◆ What you need to do:
For each line of the listing below that contains the string "tests", copy the line.

───── Supplied material ─────

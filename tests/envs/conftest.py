"""Invented plants, surroundings and controllers for the tests of the environments."""

from collections.abc import Sequence
from types import SimpleNamespace
from typing import Any

import numpy as np
import pytest

from idlearn.control import FilterForm, LinearController, ObservationLayout
from idlearn.cost import BoundCost, Cost, CostTerm
from idlearn.envs import Actuator, Loop, Scenario, Streams, make_streams
from idlearn.models import Ensemble, InnovationsModel


def model(A: Any, B: Any, C: Any, K: Any, S: Any, **other: Any) -> InnovationsModel:
    """Return a model from nested lists; operating point 0 and no feed-through unless given."""
    A, B, C, K, S = (np.array(a, dtype=float) for a in (A, B, C, K, S))
    plain: dict[str, Any] = {
        "D": np.zeros((len(C), B.shape[1])),
        "u0": np.zeros(B.shape[1]),
        "y0": np.zeros(len(C)),
        "sample_time_s": 1.0,
    }
    return InnovationsModel(A=A, B=B, C=C, K=K, S=S, **(plain | other))


def lag(pole: float = 0.9, gain: float = 2.0, noise: float = 0.1, **other: Any) -> InnovationsModel:
    """Return a first-order lag of steady gain `gain`."""
    return model([[pole]], [[gain * (1 - pole)]], [[1]], [[0.5]], [[noise**2]], **other)


def random_model(
    rng: np.random.Generator, n_x: int, n_u: int, n_d: int, n_y: int
) -> InnovationsModel:
    """Return a stable model with nothing special about it."""
    A = rng.standard_normal((n_x, n_x))
    A *= 0.9 / np.abs(np.linalg.eigvals(A)).max()
    root = rng.standard_normal((n_y, n_y))
    return model(
        A,
        rng.standard_normal((n_x, n_u + n_d)),
        rng.standard_normal((n_y, n_x)),
        0.3 * rng.standard_normal((n_x, n_y)),
        root @ root.T,
        u0=rng.standard_normal(n_u + n_d),
        y0=10 * rng.standard_normal(n_y),
        n_actuators=n_u,
    )


def ensemble(*models: InnovationsModel) -> Ensemble:
    """Stack models."""
    return Ensemble.from_models(models, ["invented"] * len(models))


def loop(
    n_y: int = 1,
    n_u: int = 1,
    n_d: int = 0,
    *,
    controlled: Sequence[int] | None = None,
    actuator: Actuator | None = None,
    costs: Sequence[Cost] | None = None,
    trip: float = np.inf,
    latency: int = 0,
) -> Loop:
    """Return surroundings with signals y0.., u0.. and squared errors and moves as cost."""
    kept = tuple(range(n_y) if controlled is None else controlled)
    outputs, actuators = [f"y{i}" for i in range(n_y)], [f"u{j}" for j in range(n_u)]
    if costs is None:
        tracked = [CostTerm(kind="tracking", signal=outputs[i]) for i in kept]
        moves = [CostTerm(kind="move", signal=a, weight=0.1) for a in actuators]
        costs = [Cost(name="regulation", terms=(*tracked, *moves))]
    return Loop(
        ObservationLayout(n_y, kept, n_d, n_u),
        actuator or Actuator.free(n_u),
        BoundCost(costs, outputs, actuators, kept),
        np.full(n_y, -trip),
        np.full(n_y, trip),
        latency,
    )


def streams(
    surroundings: Loop,
    n_samples: int,
    seeds: int = 3,
    *,
    setpoint: dict[str, Any] | None = None,
    load: dict[str, Any] | None = None,
    vary: float = 0.0,
    **other: Any,
) -> Streams:
    """Return the streams of one scenario."""
    layout = surroundings.layout
    scenario = Scenario(
        name="one", duration_s=float(n_samples), setpoint=setpoint or {},
        input_disturbance=load or {}, vary=vary,
    )  # fmt: skip
    plain: dict[str, Any] = {
        "purpose": "test",
        "seeds": range(seeds),
        "seed": 11,
        "sample_time_s": 1.0,
        "outputs": [f"y{i}" for i in range(layout.n_y)],
        "controlled": layout.controlled,
        "rest": [0.0] * len(layout.controlled),
        "actuators": [f"u{j}" for j in range(layout.n_u)],
        "n_d": layout.n_d,
    }
    (drawn,) = make_streams([scenario], **(plain | other))
    return drawn


def gains(layout: ObservationLayout, J: Any, latency: int = 0) -> LinearController:
    """Return u = J o, a memoryless controller."""
    J = np.array(J, dtype=float)
    free = np.full(len(J), np.inf)
    form = FilterForm.linear(
        F=np.zeros((0, 0)), G=np.zeros((0, J.shape[1])), H=np.zeros((len(J), 0)), J=J,
        low=-free, high=free, latency=latency,
    )  # fmt: skip
    return LinearController(form, layout, 1.0)


def pi_form(kp: float, ki: float, limit: float = np.inf) -> FilterForm:
    """Return u[k] = u[k-1] + kp (e[k] - e[k-1]) + ki e[k] for one loop; z holds e[k], e[k-1]."""
    error = np.array([[-1.0, 1.0, 0.0]])
    nothing = np.zeros((1, 3))
    return FilterForm.linear(
        F=np.array([[0.0, 0.0], [1.0, 0.0]]),
        G=np.vstack([error, nothing]),
        H=np.array([[kp + ki, -kp]]),
        J=np.array([[0.0, 0.0, 1.0]]),
        low=np.array([-limit]),
        high=np.array([limit]),
        Z=np.vstack([error, nothing]),
    )


def pi(kp: float, ki: float, limit: float = np.inf) -> LinearController:
    """Return the controller of `pi_form`."""
    return LinearController(pi_form(kp, ki, limit), ObservationLayout(1, (0,), 0, 1), 1.0)


@pytest.fixture(scope="session")
def make() -> SimpleNamespace:
    """Return the makers of this file."""
    return SimpleNamespace(
        model=model, lag=lag, random_model=random_model, ensemble=ensemble, loop=loop,
        streams=streams, gains=gains, pi=pi, pi_form=pi_form,
    )  # fmt: skip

─────

◆ Answer section:
filename tests/envs/conftest.py
"""Invented plants, surroundings and controllers for the tests of the environments."""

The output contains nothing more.